→ **BRIEF**
For the data below, tally how many lines contain "isDegenerate" and answer only with that tally.

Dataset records

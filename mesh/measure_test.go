package mesh

import (
	"math"
	"math/rand/v2"
	"os"
	"os/exec"
	"path/filepath"
	"regexp"
	"strconv"
	"strings"
	"testing"

	"github.com/go-gl/mathgl/mgl64"
)

func within(t *testing.T, what string, got, want, rel float64) {
	t.Helper()
	if math.Abs(got-want) > rel*math.Abs(want) {
		t.Errorf("%s = %.6g, want %.6g within %.2g %%", what, got, want, 100*rel)
	}
}

// Analytic values: cylinder V = pi r^2 h, A = 2 pi r h + 2 pi r^2; cone frustum
// V = pi h (r1^2 + r1 r2 + r2^2)/3, lateral A = pi (r1 + r2) sqrt((r1 - r2)^2 + h^2);
// torus section (Pappus) V = pi r^2 R alpha, A = 2 pi r R alpha + 2 pi r^2 with its two caps.
// The mesh values come from the divergence theorem; fine tessellation must agree within 0.5 %.
func TestAreaVolumeAnalytic(t *testing.T) {
	r, h := 0.8, 12.0
	cyl := shapeCylinder(r, h, 256, 40)
	within(t, "cylinder volume", Volume(cyl), math.Pi*r*r*h, 0.005)
	within(t, "cylinder area", Area(cyl), 2*math.Pi*r*h+2*math.Pi*r*r, 0.005)

	r1, r2 := 0.9, 0.3
	fr := shapeFrustum(r1, r2, h, 256, 40)
	within(t, "frustum volume", Volume(fr), math.Pi*h*(r1*r1+r1*r2+r2*r2)/3, 0.005)
	within(t, "frustum area", Area(fr), math.Pi*(r1+r2)*math.Hypot(r1-r2, h)+math.Pi*(r1*r1+r2*r2), 0.005)

	big, rt, alpha := 6.0, 0.7, 1.2
	tor := shapeTorusSection(big, rt, alpha, 192, 192)
	within(t, "torus section volume", Volume(tor), math.Pi*rt*rt*big*alpha, 0.005)
	within(t, "torus section area", Area(tor), 2*math.Pi*rt*big*alpha+2*math.Pi*rt*rt, 0.005)

	// Area and volume do not change when the solid moves (analytic geometry): the sums stay
	// accurate on a mesh far from the origin.
	a0, v0 := AreaVolume(tor)
	if a, v := AreaVolume(shapeMove(tor, mgl64.Vec3{40, -25, 13})); math.Abs(a-a0) > 1e-9*a0 || math.Abs(v-v0) > 1e-9*v0 {
		t.Errorf("moved torus section: area %v, volume %v; in place %v, %v", a, v, a0, v0)
	}

	// Coarse tessellation must fall short: the check is not blind.
	coarse := shapeCylinder(r, h, 8, 2)
	if v := Volume(coarse); v > 0.95*math.Pi*r*r*h {
		t.Errorf("an octagonal prism should hold clearly less than the cylinder: %g", v)
	}
}

func TestVolumeSignAndTranslation(t *testing.T) {
	cyl := shapeCylinder(1, 5, 64, 4)
	v := Volume(cyl)
	if v <= 0 {
		t.Fatalf("outward normals must give a positive volume, got %g", v)
	}
	// Divergence theorem: the volume does not depend on where the solid sits.
	far := shapeMove(cyl, mgl64.Vec3{1e4, -3e4, 2e4})
	within(t, "moved volume", Volume(far), v, 1e-9)
	flipped := &Mesh{Vertices: cyl.Vertices}
	for _, tr := range cyl.Triangles {
		flipped.Triangles = append(flipped.Triangles, [3]int32{tr[0], tr[2], tr[1]})
	}
	within(t, "flipped volume", Volume(flipped), -v, 1e-12)
}

// The centroid of a frustum lies on its axis at h (r1^2 + 2 r1 r2 + 3 r2^2) / (4 (r1^2 + r1 r2 + r2^2))
// above the wide base (solid of revolution, standard handbook formula).
func TestCentroidFrustum(t *testing.T) {
	r1, r2, h := 1.0, 0.4, 6.0
	m := shapeMove(shapeFrustum(r1, r2, h, 256, 30), mgl64.Vec3{3, -2, 1})
	c := Centroid(m)
	wantZ := 1 + h*(r1*r1+2*r1*r2+3*r2*r2)/(4*(r1*r1+r1*r2+r2*r2))
	if math.Abs(c[0]-3) > 1e-9 || math.Abs(c[1]+2) > 1e-9 || math.Abs(c[2]-wantZ) > 0.005*h {
		t.Errorf("centroid %v, want (3, -2, %.4f)", c, wantZ)
	}
	// Open surface: the area centre of a cylinder side is its mid-height.
	side := shapeTube(straightFrame(4), constRadius(1), 64, 8, false)
	if c := Centroid(side); c.Sub(mgl64.Vec3{0, 0, 2}).Len() > 1e-9 {
		t.Errorf("open tube centre %v, want (0,0,2)", c)
	}
}

// admeshPath finds the admesh reference tool (Debian package admesh); without it the caller
// is skipped, except under CI, where it fails.
func admeshPath(tb testing.TB) string {
	tb.Helper()
	bin, err := exec.LookPath("admesh")
	if err != nil {
		if os.Getenv("CI") != "" {
			tb.Fatal("admesh is not installed (apt-get install admesh); CI needs it as the reference")
		}
		tb.Skip("admesh not installed")
	}
	return bin
}

var (
	admeshVolume = regexp.MustCompile(`Volume\s*:\s*([-+0-9.eE]+)`)
	admeshParts  = regexp.MustCompile(`Number of parts\s*:\s*(\d+)`)
	admeshFacets = regexp.MustCompile(`Number of facets\s*:\s*(\d+)`)
)

// admesh (Debian package admesh) is the reference library: it must report the same volume,
// facet count and number of parts as we compute on the same binary STL. (admesh 0.98 prints
// no surface area; VTK checks the area below.)
func TestVolumeMatchesAdmesh(t *testing.T) {
	bin := admeshPath(t)
	dir := t.TempDir()
	cases := map[string]*Mesh{
		"frustum.stl": shapeFrustum(0.9, 0.3, 12, 96, 20),
		"torus.stl":   shapeTorusSection(6, 0.7, 1.2, 64, 64),
		"two.stl":     shapeMerge(shapeCylinder(1, 3, 32, 3), shapeMove(shapeCylinder(0.5, 2, 24, 2), mgl64.Vec3{5, 0, 0})),
	}
	for name, m := range cases {
		path := filepath.Join(dir, name)
		if err := WriteSTLFile(path, m); err != nil {
			t.Fatal(err)
		}
		got, _, err := LoadFile(t.Context(), path, LoadOptions{})
		if err != nil {
			t.Fatal(err)
		}
		out, err := exec.Command(bin, path).CombinedOutput()
		if err != nil {
			t.Fatalf("admesh %s: %v\n%s", name, err, out)
		}
		num := func(re *regexp.Regexp) float64 {
			mm := re.FindSubmatch(out)
			if mm == nil {
				t.Fatalf("%s: no %s in admesh output:\n%s", name, re, out)
			}
			v, _ := strconv.ParseFloat(string(mm[1]), 64)
			return v
		}
		within(t, name+" volume vs admesh", Volume(got), num(admeshVolume), 1e-5)
		if f := num(admeshFacets); int(f) != len(got.Triangles) {
			t.Errorf("%s: admesh counts %v facets, we %d", name, f, len(got.Triangles))
		}
		if p := num(admeshParts); int(p) != Validate(got).Shells {
			t.Errorf("%s: admesh counts %v parts, we %d shells", name, p, Validate(got).Shells)
		}
	}
}

// vtkMassPropertiesScript prints VTK's surface area and volume of an STL file.
const vtkMassPropertiesScript = `
import sys, vtk
r = vtk.vtkSTLReader(); r.SetFileName(sys.argv[1]); r.Update()
m = vtk.vtkMassProperties(); m.SetInputConnection(r.GetOutputPort()); m.Update()
print(repr(m.GetSurfaceArea()), repr(m.GetVolume()))
`

// VTK's vtkMassProperties (Debian package python3-vtk9) is the reference for the area, which
// admesh does not print: on the same binary STL both area and volume must agree.
func TestAreaVolumeMatchVTK(t *testing.T) {
	py := "/usr/bin/python3"
	if out, err := exec.Command(py, "-c", "import vtk").CombinedOutput(); err != nil {
		if os.Getenv("CI") != "" {
			t.Fatalf("python3-vtk9 is needed as the reference (apt-get install python3-vtk9): %v %s", err, out)
		}
		t.Skip("python3-vtk9 not installed")
	}
	dir := t.TempDir()
	for name, m := range map[string]*Mesh{
		"cylinder.stl": shapeCylinder(0.8, 12, 64, 10),
		"torus.stl":    shapeTorusSection(6, 0.7, 1.2, 48, 48),
	} {
		path := filepath.Join(dir, name)
		if err := WriteSTLFile(path, m); err != nil {
			t.Fatal(err)
		}
		got, _, err := LoadFile(t.Context(), path, LoadOptions{})
		if err != nil {
			t.Fatal(err)
		}
		out, err := exec.Command(py, "-c", vtkMassPropertiesScript, path).CombinedOutput()
		if err != nil {
			t.Fatalf("vtk on %s: %v\n%s", name, err, out)
		}
		f := strings.Fields(string(out))
		if len(f) != 2 {
			t.Fatalf("vtk output %q", out)
		}
		area, _ := strconv.ParseFloat(f[0], 64)
		vol, _ := strconv.ParseFloat(f[1], 64)
		within(t, name+" area vs VTK", Area(got), area, 1e-6)
		within(t, name+" volume vs VTK", Volume(got), vol, 1e-6)
	}
}

// vectorAreaVolume is AreaVolume as it was written with mgl64's vector operations.
func vectorAreaVolume(m *Mesh) (area, vol float64) {
	lo, hi := m.Bounds()
	ref := lo.Add(hi).Mul(0.5)
	nv := int32(len(m.Vertices))
	for t, tri := range m.Triangles {
		if !triInRange(tri, nv) {
			continue
		}
		a, b, c := m.Corners(t)
		area += b.Sub(a).Cross(c.Sub(a)).Len() / 2
		a, b, c = a.Sub(ref), b.Sub(ref), c.Sub(ref)
		vol += a.Dot(b.Cross(c)) / 6
	}
	return area, vol
}

// vectorSignedVolume is Validate's signed volume as it was written with mgl64's vector
// operations (the first vertex as the reference, divided by 6 at the end).
func vectorSignedVolume(m *Mesh) float64 {
	if len(m.Vertices) == 0 {
		return 0
	}
	ref := m.Vertices[0]
	nv := int32(len(m.Vertices))
	vol := 0.0
	for _, tri := range m.Triangles {
		if !triInRange(tri, nv) {
			continue
		}
		a, b, c := m.Vertices[tri[0]].Sub(ref), m.Vertices[tri[1]].Sub(ref), m.Vertices[tri[2]].Sub(ref)
		vol += a.Dot(b.Cross(c))
	}
	return vol / 6
}

// SumTriangles' scalar sums must be those of the same formulas written with mgl64's vector
// operations (and of isDegenerate), bit for bit: Sub, Cross, Dot and Len in the same order, on
// tubes moved far from the origin and stretched unevenly, with degenerate and out-of-range
// triangles.
func TestSumTrianglesMatchesVectorOperations(t *testing.T) {
	rng := rand.New(rand.NewPCG(3, 4))
	for trial := range 40 {
		m := shapeCanalLike(12+trial%5*7, 10+trial*3)
		for i := range m.Vertices {
			for k := range 3 {
				m.Vertices[i][k] = m.Vertices[i][k]*(1+rng.Float64()) + 100*rng.Float64()
			}
		}
		nv := int32(len(m.Vertices))
		m.Triangles = append(m.Triangles, [3]int32{0, 0, 1}, [3]int32{0, nv, 1}, [3]int32{-1, 2, 3}, [3]int32{4, 5, 4})
		a, v := vectorAreaVolume(m)
		s := SumTriangles(m)
		deg := 0
		for tt := range m.Triangles {
			if isDegenerate(m, tt) {
				deg++
			}
		}
		if s.Area != a || s.Volume != v || s.SignedVolume != vectorSignedVolume(m) || s.Degenerate != deg {
			t.Fatalf("trial %d: %+v, by vectors %v %v %v, degenerate %d", trial, s, a, v, vectorSignedVolume(m), deg)
		}
	}
}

→ **PROBLEM SOLUTION**
2